Show HN: Impalette, extract color matches from images for predefined palettes - mipmap04
https://impalette.com/
======
mipmap04
Impalette is an Azure hosted web app that allows users to upload images to
find the nearest neighbors of dominant and related colors to predefined color
palettes. Currently, Impalette has Pantone C, Sherwin Williams, and Dunn
Edwards. I plan on adding more as I find palettes. Additionally, you get back
the color names from the respective palettes as well as the hex values.

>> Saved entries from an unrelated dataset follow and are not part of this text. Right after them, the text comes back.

"""Results of any size in the shapes of the tables that go out, for tests of what writes and draws them.

Pressures are those of an exact section; contributions of the sources are drawn, everything that follows
from them (shares, standard uncertainty, degrees of freedom, factor, intervals) is computed, so the tables
agree with each other as real ones do.
"""

from __future__ import annotations

import hashlib
from collections.abc import Sequence
from dataclasses import dataclass, field, replace
from functools import lru_cache
from math import inf, radians

import numpy as np
import pandas as pd
from scipy.special import stdtrit

from exact_sections import KarmanTrefftz, section_of
from tapband.nouns.campaign import Campaign, Intervals, Points, Reduction, Section, Taps
from tapband.nouns.plan import Plan, Target
from tapband.nouns.source import Size, Source, Term
from tapband.report.headline import keys

COEFFICIENTS = ("cn", "ct", "cm", "cl", "cd_pressure")
LEVEL = 0.95
SOURCES: tuple[tuple[str, str, str, str, str], ...] = (
    ("module zero", "scanner", "tap pressure", 'limits = "0.03 % of full scale"', "by module"),
    ("port zero", "scanner", "tap pressure", 'limits = "2 Pa"', "independent"),
    ("port gain", "scanner", "tap pressure", 'expanded = "0.05 % of reading"\nk = 2', "independent"),
    ("flow angle", "angle", "angle", 'standard = "0.03 deg"', ""),
    ("incidence setting", "angle", "angle", 'limits = "0.01 deg"', ""),
    ("total pressure cell", "stream", "total pressure", 'standard = "3 Pa"\ndof = 8', ""),
    ("static pressure cell", "stream", "static pressure", 'lower = "-2 Pa"\nupper = "6 Pa"', ""),
    ("tap drilling", "model", "tap location", 'limits = "0.1 mm"\nshape = "triangular"', "independent"),
    ("chord", "model", "chord", 'standard = "0.1 mm"', ""),
)
AUTOMATIC = ("finite tap spacing", "trailing edge", "rear loading")


@dataclass(frozen=True, kw_only=True)
class Synthetic:
    """Stands where the results of a reduction stand."""

    campaign: Campaign
    tables: dict[str, pd.DataFrame]
    meta: dict[str, object]
    arrays: dict[str, np.ndarray] = field(default_factory=dict)
    exit_status: int = 0
    reduced: None = None


def synthetic(
    points: int = 12,
    taps: int = 41,
    sources: int = 12,
    coefficients: Sequence[str] = COEFFICIENTS,
    names: Sequence[str] | None = None,
    seed: int = 5,
) -> Synthetic:
    """Results of this size; ``names`` replaces the first names of points and sources."""
    rng = np.random.default_rng(seed)
    half = (points + 1) // 2
    alpha = np.concatenate([np.linspace(-4, 10, half), np.linspace(-4, 10, points - half)])
    campaign = _campaign(alpha, half, taps, sources, list(names or []))
    labels = pd.DataFrame({"point": campaign.points.names, "run": campaign.points.runs})  # type: ignore[union-attr]
    values, dof = _contributions(rng, alpha, len(coefficients), sources)
    frame = _coefficients(rng, labels, alpha, coefficients, values, dof)
    tables = {
        "coefficients": frame,
        "cp": _cp(campaign, labels, alpha),
        "budget": _budget(labels, coefficients, [*_source_names(campaign)], values, dof),
        "correlation": _correlation(labels, coefficients, frame),
    }
    return Synthetic(
        campaign=campaign,
        tables=tables,
        meta=_meta(campaign, frame),
        arrays={
            "sensitivity/module zero": rng.normal(size=(points, len(coefficients), 3)),
        },
    )


@lru_cache
def _shape() -> KarmanTrefftz:
    return section_of(0.12, 0.02)


def _source_names(campaign: Campaign) -> list[str]:
    return [source.name for source in campaign.sources] + list(AUTOMATIC)


def _campaign(alpha: np.ndarray, half: int, taps: int, count: int, names: list[str]) -> Campaign:
    shape = _shape()
    x, y = shape.contour(201)
    places = shape.taps(taps | 1, "cosine", 0.97)  # an odd number: one at the nose
    taps = len(places.x)
    declared = [SOURCES[i % len(SOURCES)] for i in range(count - len(AUTOMATIC))]
    labels = [name if i < len(SOURCES) else f"{name} {i}" for i, (name, *_) in enumerate(declared)]
    labels[: min(len(names), len(labels))] = names[: len(labels)]
    text, lines = _declaration(labels, declared)
    sources = tuple(
        Source(
            name=label, group=group, acts_on=(act,),
            size=Size(terms=(Term(lower=-1.0, upper=1.0),), divisor=1.0),
            across_taps=across, across_points="by run", place=f"source[{i + 1}]",
        )
        for i, (label, (_, group, act, _, across)) in enumerate(zip(labels, declared, strict=True))
    )  # fmt: skip
    points = [f"P{i:03d}" for i in range(1, len(alpha) + 1)]
    points[: min(len(names), len(points))] = names[: len(points)]
    runs = ["R1" if i < half else "R2" for i in range(len(alpha))]
    return Campaign(
        name="synthetic", title=names[0] if names else "Section B, entry 2", folder=".",
        section=Section(x=x, y=y, chord=0.4, contour_in_lengths=False, moment_centre=0.25, full_arm=True),
        taps=Taps(
            names=tuple(f"T{i:02d}" for i in range(1, taps + 1)), s=places.s, x=places.x, y=places.y,
            upper=places.upper, excluded=np.zeros(taps, bool), full_scale=np.full(taps, 7e3),
            columns={"module": tuple(f"M{i % 4 + 1}" for i in range(taps))}, placed_in_lengths=False,
        ),
        pressures="relative to static", stream="total and static",
        points=Points(
            names=tuple(points), runs=tuple(runs), columns={"point": tuple(points), "run": tuple(runs)},
            alpha=np.radians(alpha), channels={}, readings=np.zeros((len(alpha), taps)),
            counts=np.ones(len(alpha), dtype=np.int64),
        ),
        channels={}, reduction=Reduction(), intervals=Intervals(level=LEVEL, seed=7), sources=sources,
        plan=Plan(
            targets=(
                Target(coefficient="cl", expanded=0.006),
                Target(coefficient="cd_pressure", expanded=0.0016, alpha_range=(radians(-4), radians(4))),
            ),
            lines=lines,
        ),
        warnings=(), inputs={"campaign.toml": hashlib.sha256(text.encode()).hexdigest()}, declared=text,
    )  # fmt: skip


def _declaration(
    labels: list[str], declared: list[tuple[str, str, str, str, str]]
) -> tuple[str, dict[str, int]]:
    rows = ["format = 1", 'title = "Section B, entry 2"', ""]
    lines: dict[str, int] = {}
    for label, (_, group, act, size, across) in zip(labels, declared, strict=True):
        lines[label] = len(rows) + 1
        rows += ["[[source]]", f"name = {_toml(label)}", f'group = "{group}"', f'acts_on = "{act}"']
        rows += [*size.split("\n"), *([f'across_taps = "{across}"'] if across else [])]
        rows += ['across_points = "by run"', ""]
    return "\n".join(rows), lines


def _toml(text: str) -> str:
    escaped = "".join(c if c.isprintable() and c not in '"\\' else f"\\U{ord(c):08X}" for c in text)
    return f'"{escaped}"'


def _contributions(
    rng: np.random.Generator, alpha: np.ndarray, outputs: int, sources: int
) -> tuple[np.ndarray, np.ndarray]:
    size = 10 ** rng.uniform(-4.3, -2.9, size=(1, outputs, sources))
    slope = rng.uniform(0.2, 1.8, size=(1, outputs, sources))
    grown = size * (1.0 + slope * np.abs(alpha[:, None, None]) / 12.0)
    dof = np.where(np.arange(sources) % 3 == 2, 8.0, inf)
    return grown * rng.uniform(0.95, 1.05, size=grown.shape), np.broadcast_to(dof, grown.shape)


def _coefficients(
    rng: np.random.Generator, labels: pd.DataFrame, alpha: np.ndarray, names: Sequence[str],
    c: np.ndarray, dof: np.ndarray,
) -> pd.DataFrame:  # fmt: skip
    frame = labels.assign(
        alpha=alpha, alpha_u=0.031, mach=0.15, mach_u=0.0004, q=1560.0, q_u=4.2, reynolds=1.37e6, taps_used=41
    )
    exact = _shape().coefficients(np.radians(alpha))
    u = np.sqrt((c**2).sum(-1))
    nu = u**4 / (c**4 / dof).sum(-1)
    k = stdtrit(nu, 0.5 + 0.5 * LEVEL)
    columns: dict[str, np.ndarray] = {}
    for j, name in enumerate(names):
        base = name.split("_ref")[0].split("_stated")[0]
        y = getattr(exact, base) if base != "cd_pressure" else 0.004 + 2e-5 * alpha**2
        bad = (np.arange(len(alpha)) % 7 == 3) & (name == "cd_pressure")
        half = k[:, j] * u[:, j]
        low, high = np.where(bad, 0.80, 0.999) * half, np.where(bad, 1.24, 1.001) * half
        columns |= {
            name: y, f"{name}_u": u[:, j], f"{name}_b": 0.9 * u[:, j], f"{name}_s": np.sqrt(0.19) * u[:, j],
            f"{name}_dof": nu[:, j], f"{name}_k": k[:, j], f"{name}_U": half,
            f"{name}_low": y - half, f"{name}_high": y + half, f"{name}_mc": y, f"{name}_mc_u": u[:, j],
            f"{name}_mc_low": y - low, f"{name}_mc_high": y + high,
            f"{name}_short_low": y - low, f"{name}_short_high": y + high,
            f"{name}_agrees": np.where(bad, "no", "yes"),
        }  # fmt: skip
    return pd.concat([frame, pd.DataFrame(columns)], axis=1)


def _cp(campaign: Campaign, labels: pd.DataFrame, alpha: np.ndarray) -> pd.DataFrame:
    shape = _shape()
    theta = shape.theta_at(campaign.taps.x, campaign.taps.upper)
    cp = shape.cp(theta, np.radians(alpha))
    n, p = cp.shape[1], cp.shape[0]
    u = 0.006 + 0.01 * np.abs(cp)
    frame = labels.loc[np.repeat(np.arange(p), n)].reset_index(drop=True)
    flag = np.full((p, n), "", dtype=object)
    flag[p // 2, n // 3] = "jump against its neighbours"
    flag[0, 2] = "left out"
    cp[0, 2] = u[0, 2] = np.nan
    return frame.assign(
        tap=list(campaign.taps.names) * p, x=np.tile(campaign.taps.x, p), y=np.tile(campaign.taps.y, p),
        cp=cp.ravel(), cp_u=u.ravel(), cp_U=1.96 * u.ravel(), cp_low=(cp - 1.96 * u).ravel(),
        cp_high=(cp + 1.96 * u).ravel(), flag=flag.ravel(),
    )  # fmt: skip


def _budget(
    labels: pd.DataFrame, names: Sequence[str], sources: list[str], c: np.ndarray, dof: np.ndarray
) -> pd.DataFrame:
    p, m, s = c.shape
    rows = labels.loc[np.repeat(np.arange(p), m * s)].reset_index(drop=True)
    unit = [("Pa", "Pa", "Pa", "deg", "deg", "Pa", "Pa", "chord", "chord")[i % 9] for i in range(s)]
    group = ["scanner", "scanner", "scanner", "angle", "angle", "stream", "stream", "model", "model"]
    return rows.assign(
        coefficient=np.tile(np.repeat(list(names), s), p), source=sources * (p * m),
        group=[group[i % 9] for i in range(s)] * (p * m), standard_uncertainty=np.nan, unit=unit * (p * m),
        sensitivity=np.nan, contribution=c.ravel(),
        share=(c**2 / (c**2).sum(-1, keepdims=True)).ravel(), dof=dof.ravel(),
    )  # fmt: skip


def _correlation(labels: pd.DataFrame, names: Sequence[str], frame: pd.DataFrame) -> pd.DataFrame:
    pairs = [(a, b) for i, a in enumerate(names) for b in names[i + 1 :]]
    rows = labels.loc[np.repeat(np.arange(len(labels)), len(pairs))].reset_index(drop=True)
    r = np.tile(np.linspace(-0.9, 0.95, len(pairs)), len(labels))
    u = np.array([[frame[f"{a}_u"] * frame[f"{b}_u"] for a, b in pairs]])[0].T.ravel()
    a, b = (list(side) * len(labels) for side in zip(*pairs, strict=True))
    return rows.assign(a=a, b=b, correlation=r, covariance=r * u)


def _meta(campaign: Campaign, frame: pd.DataFrame) -> dict[str, object]:
    return {
        "format": 1, "kind": "reduce", "level": LEVEL, "seed": 7, "trials": "auto",
        "trials_used": [20000] * len(frame), "versions": {"tapband": "0.1.0", "numpy": np.__version__},
        "inputs": dict(campaign.inputs),
        "corrections": ["static pressure cell: +2 Pa (middle of its bounds)"],
        "warnings": ["points.csv, point P001: tap T03 has no reading; left out of this point's integration"],
        "undeclared": ["hole size", "contour as built", "spanwise uniformity", "walls"],
        "cautions": ["nothing is corrected for walls", "cd_pressure holds no friction"],
        "stated": {
            key: [f"cl = {v:.4f} ± {u:.4f}, an expanded uncertainty."]
            for key, v, u in zip(keys(frame), frame["cl"], frame["cl_U"], strict=True)
        },
    }  # fmt: skip


def ranked(results: Synthetic, groups: int = 8, wired: int = 6) -> Synthetic:
    """The results with rankings of taps, groups and wiring, drawn; shares of taps and of groups sum to one."""
    rng = np.random.default_rng(11)
    frame, taps = results.tables["coefficients"], results.campaign.taps
    names = list(results.tables["budget"]["coefficient"].unique())
    labels = frame[["point", "run"]]

    def rows(column: str, members: Sequence[str], values: dict[str, np.ndarray]) -> pd.DataFrame:
        each = len(names) * len(members)
        out = labels.loc[np.repeat(np.arange(len(labels)), each)].reset_index(drop=True)
        out["coefficient"] = np.tile(np.repeat(names, len(members)), len(labels))
        out[column] = list(members) * (len(labels) * len(names))
        return out.assign(**{name: array.ravel() for name, array in values.items()})

    def shares(members: int) -> np.ndarray:
        raw = rng.normal(1.0, 1.5, size=(len(labels), len(names), members))
        return np.asarray(raw / raw.sum(axis=2, keepdims=True))

    places = [*taps.names, "(not at a tap)"]
    size = (len(labels), len(names), len(places))
    by_tap = {
        "share": shares(len(places)),
        "if_lost": rng.normal(0.0, 1e-3, size),
        "weight": rng.normal(size=size),
    }
    linear = np.abs(shares(groups))
    linear /= linear.sum(axis=2, keepdims=True)
    small = np.full(linear.shape, 2e-4)
    by_group = {
        "linear_share": linear, "first_order": linear, "first_order_ci": small, "total": linear, "total_ci": small,
    }  # fmt: skip
    ways = {
        f"contribution_{way}": rng.uniform(1e-5, 1e-3, size=(len(labels), len(names), wired))
        for way in ("independent", "common", "by_module", "interleaved")
    }
    sources = results.tables["budget"]["source"].unique()[:wired]
    tables = {
        "tap_ranking": rows("tap", places, by_tap),
        "ranking": rows("group", [f"group {i}" for i in range(groups)], by_group),
        "wiring_comparison": rows("source", list(sources), ways).assign(declared="independent"),
    }
    return replace(results, tables=results.tables | tables)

There’s also an API that allows 1000 requests per day. It’s one endpoint and
pretty easy to use. There’s some light documentation on the landing page (just
create an account to get access to the API). The API returns Hex, HSV, RGB,
and the color’s palette specific name.

I made this in my spare time because I often work with clients who are small
and lack a style guide, but have images that contain colors they would like in
their final product. This is a quick way for me to figure out colors that will
look good on print or paint and get their actual color names.

Thanks for your interest and I hope someone finds it useful! If you have any
questions, I'd be happy to answer them.

Technologies used: -Redis -ASP.NET MVC -jQuery -Azure

------
kkirsche
Seems pretty cool. For a tool like this though it did confuse me why I'd
register for an account. Is this for API access or something else?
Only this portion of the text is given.